39. — Bouddha, manifestant sa doctrine, prononça ces mots : L’homme qui pratique la vertu est semblable à celui qui mange du miel ; le miel, soit au dedans, soit au dehors, est plein de douceur.
Il en est ainsi de mes prières : leur vérité est très savoureuse ; celui qui marche entrera dans la voie.
40. — Bouddha, manifestant sa doctrine, prononça ces mots : L’homme qui, en pratiquant la vertu, s’applique à extirper la racine de ses passions, est semblable à celui qui déroule entre ses
doigts les perles d’un chapelet ; s’il va les prenant une à une, il arrive facilement au terme ; en extirpant un à un ses mauvais penchants, on obtient la perfection.
41. — Bouddha, manifestant sa doctrine, prononça ces mots : Le Charmana qui pratique la vertu doit se regarder comme le bœuf à long poil, qui, chargé de bagages, chemine au milieu d’un profond
bourbier ; harassé de fatigue, il n’ose regarder ni à droite, ni à gauche, espérant toujours sortir de la boue et arriver au lieu du repos. Le Charmana qui regarde ses passions comme plus
terribles que cette boue, s’il ne détourne jamais les yeux de la vertu, obtiendra l’exemption de tout chagrin.

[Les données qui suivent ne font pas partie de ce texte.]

package board

import (
	"context"
	"errors"
	"fmt"
	"slices"
	"strconv"
	"strings"
	"time"

	"github.com/ohmfit/ohmfit/constraints"
	"github.com/ohmfit/ohmfit/synth"
	"github.com/ohmfit/ohmfit/synth/variation"
)

// Settings tune Solve. The zero value (or nil) means the defaults.
type Settings struct {
	// Workers is the number of goroutines of each network's search. Zero
	// means one per core. The result does not depend on it.
	Workers int
	// MaxDesigns bounds the designs listed per network. A network with more
	// within its cap keeps its MaxDesigns best by error (then power) and is
	// marked Cut; the selection is then not proven. Zero means
	// DefaultMaxDesigns.
	MaxDesigns int
	// MaxNodes bounds the nodes of the exact selection search (all stages).
	// Beyond it the best selection found so far is kept, with the proven
	// lower bound. Zero means DefaultMaxNodes.
	MaxNodes int64
	// TimeLimit, counted from the start of Solve, stops the selection
	// search as MaxNodes does. Zero means no limit.
	TimeLimit time.Duration
}

// Defaults of Settings.
const (
	DefaultMaxDesigns = 2000
	DefaultMaxNodes   = 200_000
)

// Design is one design of a network within its cap.
type Design struct {
	synth.Solution
	// Rel is the goal error relative to the network's cap (1 is on the cap).
	Rel float64
}

// PartValues returns the physical values a design uses, one per physical
// part, in position order (a position of two parts gives two).
func (d *Design) PartValues() []float64 {
	var out []float64
	for _, o := range d.Options {
		out = append(out, o.PartValues()...)
	}
	return out
}

// NetworkResult is one network's part of a board's answer.
type NetworkResult struct {
	Network *Network
	// Designs lists every design within the cap that meets the hard limits,
	// by error, then power (when Cut, the first MaxDesigns, and the
	// network's own best answer after them when it is not among them).
	Designs []Design
	Cut     bool
	// Kept is how many designs the selection considered after dropping
	// those another design beats (fewer or the same values, no worse on
	// error and power).
	Kept int
	// Chosen is the index into Designs of the design the board uses.
	Chosen int
	// Alone is the network's own best answer within its cap: rank 1 by its
	// template's rank keys among the designs within the cap. It is always
	// among Designs, so the board never needs more values than the
	// networks alone.
	Alone synth.Solution
	// Fixed are the values of the template's fixed resistors, ascending:
	// on the board whatever is chosen, so they count, and a design that
	// reuses one adds nothing.
	Fixed []float64
}

// Choice returns the chosen design.
func (n *NetworkResult) Choice() *Design { return &n.Designs[n.Chosen] }

// Result is a board's answer.
type Result struct {
	Board    *Board
	Networks []NetworkResult
	// Values are the distinct resistor values on the board, ascending:
	// those the chosen designs use and those of the templates' fixed
	// resistors (Fixed, ascending); Distinct is their number. Sensors and
	// stand-ins are not resistor values and are not counted.
	Values   []float64
	Fixed    []float64
	Distinct int
	// Alone is the number of distinct values when every network takes its
	// own best answer (fixed resistors counted too).
	Alone int
	// Proven is true only when no selection with fewer distinct values
	// exists: the search finished and no network's list was cut.
	Proven bool
	// Bound is a proven lower bound on the distinct values of any
	// selection; Distinct when Proven. With a cut list only the bound that
	// holds without the lists is given (the most positions of any network
	// need at least one value each: 1 when any position is free).
	Bound int
	// TiesProven is true when, among the selections with Distinct values
	// over the lists, none has a smaller largest relative error, or the same
	// and less total power.
	TiesProven bool
	// RelMax is the largest error relative to its cap; Power the total
	// power of the chosen designs.
	RelMax, Power float64
	// Stop says why the exact selection search did not finish (StopNone
	// when it did, or when the greedy choice was already at the bound).
	Stop    Stop
	Nodes   int64
	Elapsed time.Duration
}

// Stop is why the exact selection search stopped early.
type Stop int

// Reasons for Result.Stop.
const (
	StopNone        Stop = iota // the search finished
	StopNodes                   // Settings.MaxNodes ran out
	StopTime                    // Settings.TimeLimit ran out
	StopInterrupted             // the context was cancelled
)

// Unmet is a network with no design within its cap.
type Unmet struct {
	Network *Network
	// Best is the smallest goal error of any design meeting the hard
	// limits; HasBest is false when none meets them at all.
	Best    float64
	HasBest bool
}

// InfeasibleError says which networks have no design within their caps.
type InfeasibleError struct{ Networks []Unmet }

func (e *InfeasibleError) Error() string { return "board: " + e.Message() }

// Message returns the text for a person, without the package's name.
func (e *InfeasibleError) Message() string {
	var parts []string
	for _, u := range e.Networks {
		n := u.Network
		if u.HasBest {
			parts = append(parts, fmt.Sprintf("%s has no design within its cap of %s; the best it can reach is %s",
				n.Name(), capText(n.Cap), capText(u.Best)))
		} else {
			parts = append(parts, fmt.Sprintf("%s has no design that meets its template's hard limits", n.Name()))
		}
	}
	return strings.Join(parts, "; ")
}

// ErrBudget is wrapped by the error for a network whose space is too large
// to list exhaustively.
var ErrBudget = errors.New("board: a network's space is too large to list every design")

// Solve lists every network's designs and chooses one per network with the
// fewest distinct values. A network that cannot be met gives an
// *InfeasibleError naming every such network. Settings.TimeLimit counts
// from the start: when it ends during the selection the best selection so
// far is returned, not proven, with its bound; when it ends while the
// designs are still being listed there is no selection yet, and the error
// wraps ErrTimeLimit.
func Solve(ctx context.Context, b *Board, s *Settings) (*Result, error) {
	set := withDefaults(s)
	start := time.Now()
	tctx := ctx
	if set.TimeLimit > 0 {
		var cancel context.CancelFunc
		tctx, cancel = context.WithTimeout(ctx, set.TimeLimit)
		defer cancel()
	}
	res := &Result{Board: b}
	var err error
	if res.Networks, err = listAll(ctx, tctx, b, &set); err != nil {
		return nil, err
	}
	nets, table, fixed, alone := selectionItems(res.Networks)
	nets = prune(nets)
	for r := range nets {
		res.Networks[r].Kept = len(nets[r])
	}
	// The selection counts the values beyond the fixed ones (ids from 0).
	sel := choose(tctx, nets, len(table)-fixed, set.MaxNodes, alone)
	switch {
	case !sel.out:
	case ctx.Err() != nil:
		res.Stop = StopInterrupted
	case tctx.Err() != nil:
		res.Stop = StopTime
	default:
		res.Stop = StopNodes
	}
	res.record(sel, nets, table, fixed)
	res.Elapsed = time.Since(start)
	return res, nil
}

// withDefaults returns the settings with every zero replaced by its default.
func withDefaults(s *Settings) Settings {
	var set Settings
	if s != nil {
		set = *s
	}
	if set.MaxDesigns <= 0 {
		set.MaxDesigns = DefaultMaxDesigns
	}
	if set.MaxNodes <= 0 {
		set.MaxNodes = DefaultMaxNodes
	}
	return set
}

// listAll lists every network's designs under tctx (the time limit's
// context, below ctx). Networks that cannot be met are all named in one
// *InfeasibleError.
func listAll(ctx, tctx context.Context, b *Board, set *Settings) ([]NetworkResult, error) {
	out := make([]NetworkResult, len(b.Networks))
	var unmet []Unmet
	for i, n := range b.Networks {
		nr, u, err := enumerate(tctx, n, set)
		if errors.Is(err, ErrInterrupted) && ctx.Err() == nil {
			return nil, errorf(ErrTimeLimit, "the time limit ran out while listing the networks' designs (at %s)", n.Name())
		}
		if err != nil {
			return nil, err
		}
		if u != nil {
			unmet = append(unmet, *u)
			continue
		}
		out[i] = *nr
	}
	if unmet != nil {
		return nil, &InfeasibleError{Networks: unmet}
	}
	return out, nil
}

// selectionItems gives each network's designs as the selection sees them,
// over the board's value table: every physical value any design uses. The
// fixed resistors' values are on the board anyway, so they are left out
// of every design's set (a design that reuses one adds nothing); they
// take the first ids of the table, and fixed says how many. alone is the
// value set of the networks' own answers, in the same ids: a selection
// that always exists.
func selectionItems(nrs []NetworkResult) (nets [][]item, table []float64, fixed int, alone []int32) {
	index := map[string]int32{}
	id := func(v float64) int32 {
		k := ValueKey(v)
		if i, ok := index[k]; ok {
			return i
		}
		index[k] = int32(len(table))
		table = append(table, v)
		return int32(len(table) - 1)
	}
	for r := range nrs {
		for _, v := range nrs[r].Fixed {
			id(v)
		}
	}
	fixed = len(table)
	// selIDs gives the selection's ids of values, sorted, once each: the
	// fixed ones left out.
	selIDs := func(vs []float64) []int32 {
		var out []int32
		for _, v := range vs {
			if k := id(v); int(k) >= fixed {
				out = append(out, k-int32(fixed))
			}
		}
		slices.Sort(out)
		return slices.Compact(out)
	}
	nets = make([][]item, len(nrs))
	for r := range nrs {
		for i := range nrs[r].Designs {
			d := &nrs[r].Designs[i]
			nets[r] = append(nets[r], item{vals: selIDs(d.PartValues()), rel: d.Rel, pow: d.Score.Power, idx: i})
		}
		for _, o := range nrs[r].Alone.Options {
			alone = append(alone, selIDs(o.PartValues())...)
		}
	}
	slices.Sort(alone)
	return nets, table, fixed, slices.Compact(alone)
}

// record writes the selection into the result: each network's choice, the
// values, the proof and the bound, and the count of the networks alone.
func (res *Result) record(sel selection, nets [][]item, table []float64, fixed int) {
	cut := false
	for r, c := range sel.choice {
		res.Networks[r].Chosen = nets[r][c].idx
		cut = cut || res.Networks[r].Cut
	}
	res.Fixed = slices.Sorted(slices.Values(table[:fixed]))
	res.Values = append(res.Values, table[:fixed]...)
	for _, v := range union(nets, sel.choice) {
		res.Values = append(res.Values, table[fixed+int(v)])
	}
	slices.Sort(res.Values)
	res.Distinct = len(res.Values)
	res.Proven = sel.proven && !cut
	res.Bound = fixed + sel.bound
	res.TiesProven = sel.tiesProven && !cut
	if cut {
		// Without the full lists only this holds: the fixed values, and one
		// more where a free position exists and none is fixed.
		res.Bound = fixed
		for _, n := range res.Board.Networks {
			if len(n.Problem.Domains) > 0 {
				res.Bound = max(res.Bound, 1)
			}
		}
	}
	res.RelMax, res.Power = sel.obj.rel, sel.obj.pow
	res.Nodes = sel.nodes
	alone := map[string]bool{}
	for _, v := range res.Fixed {
		alone[ValueKey(v)] = true
	}
	for _, nr := range res.Networks {
		for _, o := range nr.Alone.Options {
			for _, v := range o.PartValues() {
				alone[ValueKey(v)] = true
			}
		}
	}
	res.Alone = len(alone)
}

// Status is the board's status in the words of every search (the glossary
// of constraints/README.md): proven when no selection with fewer distinct
// values exists; time-limit or interrupted when the limit or Ctrl-C
// stopped the selection; heuristic when the node budget ran out or a
// network's list was cut.
func (res *Result) Status() synth.Status {
	switch {
	case res.Proven:
		return synth.Proven
	case res.Stop == StopTime:
		return synth.TimeLimit
	case res.Stop == StopInterrupted:
		return synth.Interrupted
	}
	return synth.Heuristic
}

// ErrTimeLimit is wrapped by the error of a Solve whose time limit ended
// while it listed a network's designs: there is no selection to show yet.
var ErrTimeLimit = errors.New("board: the time limit ran out while listing the networks' designs")

// ErrInterrupted is wrapped by the error of a Solve whose context ended
// while it listed a network's designs: there is no selection to show yet.
var ErrInterrupted = errors.New("board: interrupted while listing the networks' designs")

// exhaustive checks that a network's search covered its whole space.
func exhaustive(ctx context.Context, n *Network, res *synth.Result) error {
	if res.Status.Exhaustive() {
		return nil
	}
	if ctx.Err() != nil {
		return errorf(ErrInterrupted, "interrupted while listing the networks' designs (at %s)", n.Name())
	}
	return errorf(nil, "%s: the search did not cover the whole space (%s)", n.Name(), res.Status)
}

// sameDesign reports whether two solutions realise every position alike.
func sameDesign(a, b synth.Solution) bool {
	return slices.EqualFunc(a.Options, b.Options, func(x, y synth.Option) bool {
		return x.Combine == y.Combine && slices.Equal(x.PartValues(), y.PartValues())
	})
}

// ValueKey identifies a physical value, as the board counts values: nine
// significant digits, so that the same standard value reached by two
// series' tables is one value.
func ValueKey(v float64) string { return strconv.FormatFloat(v, 'g', 9, 64) }

// errorFirst returns p ranked by error, then power, then parts, whatever
// its template says: the board lists designs by error, so that a cut list
// keeps the closest ones.
func errorFirst(p *synth.Problem) *synth.Problem {
	cp := *p.Spec
	t := *cp.Template
	t.Rank = []constraints.RankKey{constraints.ByError, constraints.ByPower, constraints.ByParts}
	cp.Template = &t
	return &synth.Problem{Spec: &cp, Domains: p.Domains}
}

// enumerate lists one network's designs within its cap, and its own best
// answer. It returns an Unmet when nothing is within the cap.
func enumerate(ctx context.Context, n *Network, set *Settings) (*NetworkResult, *Unmet, error) {
	fail := func(err error) error {
		if errors.Is(err, synth.ErrTooManyRows) || errors.Is(err, synth.ErrSpaceTooLarge) {
			return errorf(ErrBudget, "%s: %s", n.Name(), constraints.Message(err))
		}
		return err
	}
	ef := errorFirst(n.Problem)
	res, err := synth.Search(ctx, ef, &synth.Settings{Top: set.MaxDesigns + 1, Workers: set.Workers, ErrorMax: n.Cap}, synth.Rows{})
	if err != nil {
		return nil, nil, fail(err)
	}
	if err := exhaustive(ctx, n, res); err != nil {
		return nil, nil, err
	}
	if len(res.Solutions) == 0 {
		// Nothing within the cap: what could the network reach at all?
		u := &Unmet{Network: n}
		best, err := synth.Search(ctx, ef, &synth.Settings{Top: 1, Workers: set.Workers}, synth.Rows{})
		if err != nil {
			return nil, nil, fail(err)
		}
		if err := exhaustive(ctx, n, best); err != nil {
			return nil, nil, err
		}
		if len(best.Solutions) > 0 {
			u.Best, u.HasBest = best.Solutions[0].Score.Error, true
		}
		return nil, u, nil
	}
	// The network's own best answer within its cap, by its own rank keys.
	own, err := synth.Search(ctx, n.Problem, &synth.Settings{Top: 1, Workers: set.Workers, ErrorMax: n.Cap}, synth.Rows{})
	if err != nil {
		return nil, nil, fail(err)
	}
	if err := exhaustive(ctx, n, own); err != nil {
		return nil, nil, err
	}
	nr := &NetworkResult{Network: n, Alone: own.Solutions[0]}
	// The fixed resistors, by the BOM's rule of what is a resistor to
	// order; any design shows them (here the network's own best).
	d, err := variation.NewDesign(n.Problem.Spec, nr.Alone.Options, "", constraints.Ambient{})
	if err != nil {
		return nil, nil, errorf(err, "%s: %s", n.Name(), constraints.Message(err))
	}
	nr.Fixed = d.FixedResistorValues()
	sols := res.Solutions
	if len(sols) > set.MaxDesigns {
		sols, nr.Cut = sols[:set.MaxDesigns], true
		if !slices.ContainsFunc(sols, func(s synth.Solution) bool { return sameDesign(s, nr.Alone) }) {
			sols = append(sols, nr.Alone)
		}
	}
	for _, s := range sols {
		nr.Designs = append(nr.Designs, Design{Solution: s, Rel: s.Score.Error / n.Cap})
	}
	return nr, nil, nil
}
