package board

import "slices"

// The profile bound, for boards whose groups of networks (groupNetworks)
// share a few values, say E96 dividers beside E24 ladders that meet at
// 10k, 11k, 13k, 15k, 20k and 75k. A value is shared when designs of two
// groups or more use it; every other value belongs to one group. Group g's
// profile p_g(t) is the fewest of its own values it needs when it may use
// at most t shared values: it is found by the same search with two limits
// (kS for the shared values). Any set X serving the board has some number
// t of shared values and at least p_g(t) of each group's own, so
//
//	|X| >= min over t of  t + sum over g of p_g(t),
//
// and below a set U already chosen, with u_S shared values and u_g of
// group g's, min over t >= u_S of t + sum over g of max(u_g + m_g, p_g(t)),
// where m_g is the packing of group g's waiting networks over the own
// values they still lack (shared ones left out): X has those as well.

// sharedSlack returns how many more shared values a profile's search may
// take, or -1 outside one.
func (s *selector) sharedSlack() int {
	if s.kS < 0 {
		return -1
	}
	n := s.kS
	for _, v := range s.used {
		if s.shared[v] {
			n--
		}
	}
	return n
}

// fitsShared reports whether an item with n new values fits both limits of
// a profile's search: at most slackS new shared values and at most
// slack - slackS others.
func (s *selector) fitsShared(it *item, n, slack, slackS int) bool {
	ns := 0
	for _, v := range it.vals {
		if !s.in[v] && s.shared[v] {
			ns++
		}
	}
	return ns <= slackS && n-ns <= slack-slackS
}

// profileBound is the profile bound on the size of any set that contains
// the current one and serves every network, with the own values nd's
// waiting networks still lack (none for an empty node).
func (s *selector) profileBound(nd node) int {
	if len(s.cnt) < len(s.profile) {
		s.cnt = make([]int, len(s.profile))
		s.more = make([]int, len(s.profile))
	}
	clear(s.cnt)
	// more[g]: the own values group g's waiting networks still add at
	// least, over and above the set (a packing over own values).
	for g := range s.profile {
		part := s.partScratch[:0]
		for _, n := range nd.needs {
			if s.group[n.r] != g {
				continue
			}
			least := -1
			for _, i := range nd.fit[n.r] {
				c := 0
				for _, v := range s.nets[n.r][i].vals {
					if !s.in[v] && !s.shared[v] {
						c++
					}
				}
				if least < 0 || c < least {
					least = c
				}
			}
			if least > 0 {
				part = append(part, need{n.r, least})
			}
		}
		s.partScratch = part
		s.more[g] = 0
		if len(part) > 0 {
			s.more[g] = s.pack(part, nd.fit, s.shared)
		}
	}
	us, idle := 0, 0 // shared values in the set; values no design uses
	for _, v := range s.used {
		switch {
		case s.shared[v]:
			us++
		case s.owner[v] < 0:
			idle++
		default:
			s.cnt[s.owner[v]]++
		}
	}
	best := -1
	for t := us; t <= s.k; t++ {
		sum := t + idle
		for g, p := range s.profile {
			sum += max(s.cnt[g]+s.more[g], profileAt(p, t))
		}
		if best < 0 || sum < best {
			best = sum
		}
	}
	return best
}

// profileAt is p(t) from a profile: entries past the end are 0 (not
// computed), except that a profile ending in profileDone stays at its
// last entry (it reached every shared value of its group).
func profileAt(p []int, t int) int {
	if len(p) > 0 && p[len(p)-1] == profileDone {
		if t >= len(p)-1 {
			return p[len(p)-2]
		}
		return p[t]
	}
	if t < len(p) {
		return p[t]
	}
	return 0
}

// profileDone ends a profile that covers every number of shared values.
const profileDone = -1

// sharedValues marks the values that designs of two groups or more use and
// gives every other value its group.
func sharedValues(nets [][]item, nvals int, group []int) (shared []bool, owner []int) {
	shared, owner = make([]bool, nvals), make([]int, nvals)
	for v := range owner {
		owner[v] = -1
	}
	for r, its := range nets {
		for _, it := range its {
			for _, v := range it.vals {
				switch {
				case owner[v] < 0:
					owner[v] = group[r]
				case owner[v] != group[r]:
					shared[v] = true
				}
			}
		}
	}
	return shared, owner
}

// profiles computes every group's profile with the search, for t from at
// most kmax down to 0, each group within allowance nodes (counted with the
// selector's). Fewer shared values never need fewer others, so p(t) starts
// from p(t+1) and rises while a stage proves it too few; the stages of
// many shared values are the cheap ones. Where a group's allowance ends,
// the value reached is a proven lower bound for that t and every smaller
// one. No stage runs past the node budget until. It sets s.profile only
// when the board has groups that share values.
func (s *selector) profiles(kmax int, allowance, until int64) {
	if len(s.groups) < 2 {
		return
	}
	shared, owner := sharedValues(s.nets, s.nvals, s.group)
	if !slices.Contains(shared, true) {
		return
	}
	s.shared, s.owner = shared, owner
	profile := make([][]int, len(s.groups))
	for g, rs := range s.groups {
		sub := make([][]item, len(rs))
		mine := 0 // the shared values this group can use
		seen := make([]bool, s.nvals)
		for i, r := range rs {
			sub[i] = s.nets[r]
			for _, it := range s.nets[r] {
				for _, v := range it.vals {
					if shared[v] && !seen[v] {
						seen[v] = true
						mine++
					}
				}
			}
		}
		ps := newSelector(s.ctx, sub, s.nvals)
		ps.shared, ps.groups = shared, nil
		ps.nodes = s.nodes
		stop := min(s.nodes+allowance, until)
		top := min(mine, kmax)
		p := make([]int, top+1)
		n := 0
		for t := top; t >= 0; t-- {
			for {
				// A set with at most t shared values and n others?
				ps.kS = t
				found, finished := ps.exists(t+n, stop)
				if found {
					p[t] = n
					break
				}
				if finished {
					n++ // n proven too few
				}
				if !finished || n > kmax {
					// n is proven for t, so for every smaller t too;
					// past kmax it is as good as none, for no set the
					// search asks about has that many values.
					for u := range t + 1 {
						p[u] = n
					}
					t = 0
					break
				}
			}
		}
		if top == mine {
			p = append(p, profileDone)
		}
		s.nodes = ps.nodes
		profile[g] = p
	}
	s.profile = profile
}

// profileNode is the node profileBound is given: the node itself where
// counting its networks' own values pays (three values or more to spare,
// outside the enumeration of ties), else none (the set alone).
func (s *selector) profileNode(nd node, slack int) node {
	if slack < 3 || s.enum {
		return node{}
	}
	return nd
}
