// TestChooseNeverWorseThanKnown stops the search after one node with a
// known selection (one design per network, its values): what it shows never
// needs more values than that selection, so the board's "saving" against
// the networks alone is never negative, whatever stops the search.
func TestChooseNeverWorseThanKnown(t *testing.T) {
	rng := rand.New(rand.NewPCG(31, 5))
	for k := range 5000 {
		nets, nvals := randomNets(rng)
		var known []int32
		for r := range nets {
			known = append(known, nets[r][rng.IntN(len(nets[r]))].vals...)
		}
		slices.Sort(known)
		known = slices.Compact(known)
		sel := choose(context.Background(), prune(nets), nvals, 1, known)
		if sel.obj.distinct > len(known) {
			t.Fatalf("case %d %v: %d values shown, the known selection %v needs %d", k, nets, sel.obj.distinct, known, len(known))
		}
	}
}

// TestChooseCut stops the exact search after one node: the result is then
// marked not proven, its bound is at most the true minimum (enumeration)
// and its count at least that. When the greedy choice already meets the
// trivial bound nothing needs searching, and it is proven correctly.
func TestChooseCut(t *testing.T) {
	rng := rand.New(rand.NewPCG(14, 2))
	cut := 0
	for k := range 2000 {
		nets, nvals := randomNets(rng)
		want := bruteBest(nets)
		sel := choose(context.Background(), prune(nets), nvals, 1, nil)
		switch {
		case sel.proven && sel.obj.distinct != want.distinct:
			t.Fatalf("case %d: proven with %d values, enumeration finds %d", k, sel.obj.distinct, want.distinct)
		case !sel.proven:
			cut++
			if sel.bound > want.distinct || sel.obj.distinct < want.distinct || !sel.out {
				t.Fatalf("case %d: bound %d, count %d, out %v; enumeration minimum %d", k, sel.bound, sel.obj.distinct, sel.out, want.distinct)
			}
		}
	}
	if cut == 0 {
		t.Fatal("no case needed the search, so the cut was never tested")
	}
}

42. — Bouddha, manifestant sa doctrine, prononça ces mots : Je regarde la dignité des rois et des princes comme des gouttes d’eau aux fissures des montagnes. — Je regarde les monceaux d’or et les
pierres précieuses comme de la brique et des pierres. — Je regarde les habits de soie et de taffetas comme de vieux haillons. — Je regarde les dix mille grands mondes comme autant de grains de
moutarde. — Je regarde l’eau des quatre mers comme l’eau dont on se sert pour laver les pieds. — Je regarde la prudence et ses moyens comme un navire rempli de trésors. — Je regarde l’étude des
grandes prières comme l’or et la soie présagés dans les songes. — Je regarde l’étude. de la doctrine de Bouddha comme une fleur qui est devant les yeux. — Je regarde les contemplations extatiques
comme une colonne aussi ferme que la montagne Soumiry. — Je regarde la poursuite du Nirvan comme une veille pendant le jour et pendant la nuit. — Je regarde la rectitude et la fourberie
comme un bal de six dragons.— Je regarde la classe des gens paisibles et tranquilles comme un champ où germent les vérités. — Je regarde les mutations de la fortune comme l’arbre des quatre
saisons.
Les Biktcho ayant entendu les enseignements que Bouddha venait de prononcer, tous, pleins de joie, se mirent à sa suite.